Chlorophyll ring deformation modulates Qy electronic energy in chlorophyll-protein complexes and generates spectral forms

Abstract

The possibility that the chlorophyll (chl) ring distortions observed in the crystal structures of chl-protein complexes are involved in the transition energy modulation, giving rise to the spectral forms, is investigated. The out-of-plane chl-macrocycle distortions are described using an orthonormal set of deformations, defined by the displacements along the six lowest-frequency, out-of-plane normal coordinates. The total chl-ring deformation is the linear combination of these six deformations. The two higher occupied and the two lower unoccupied chl molecular orbitals, which define the Q(y) electronic transition, have the same symmetry as four of the six out-of-plane lowest frequency modes.

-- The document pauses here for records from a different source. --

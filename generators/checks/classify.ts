/**
 * Which product a file is. The OGIP module's identifyProduct decides when it can; for OGIP-wrong
 * files it cannot place (e.g. an RMF that lost its MATRIX but kept EBOUNDS), fall back to the
 * EBOUNDS name and then the file name's suffix (common practice: .rmf/.rsp, .arf, .pha/.pi).
 */
import type { FitsFile } from '../fits/index.ts';
import { identifyProduct } from '../ogip/index.ts';
import type { CheckedKind } from './types.ts';

export function classifyFile(file: FitsFile, fileName: string): CheckedKind {
  const known = identifyProduct(file);
  if (known) return known;
  if (file.hdus.some((h) => h.index > 0 && h.name.trim().toUpperCase() === 'EBOUNDS')) return 'rmf';
  const name = fileName.toLowerCase().replace(/\.gz$/, '').replace(/\.(fits|fit|fts)$/, '');
  if (/\.(rmf|rsp)$/.test(name)) return 'rmf';
  if (/\.arf$/.test(name)) return 'arf';
  if (/\.(pha|pi)$/.test(name)) return 'pha';
  return 'unknown';
}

We assume that a deformation along the normal-coordinate having the same symmetry as a given molecular orbital will perturb that orbital and modify its energy. The changes in the chl Q(y) transition energies are evaluated in the Peridinin-Chl-Protein complex and in light harvesting complex II (LHCII), using crystallographic data. The macrocycle deformations induce a distribution of the chl Q(y) electronic energy transitions which, for LHCII, is broader for chla than for chlb. This provides the physical mechanism to explain the long-held view that the chla spectral forms in LHCII are both more numerous and cover a wider energy range than those of chlb.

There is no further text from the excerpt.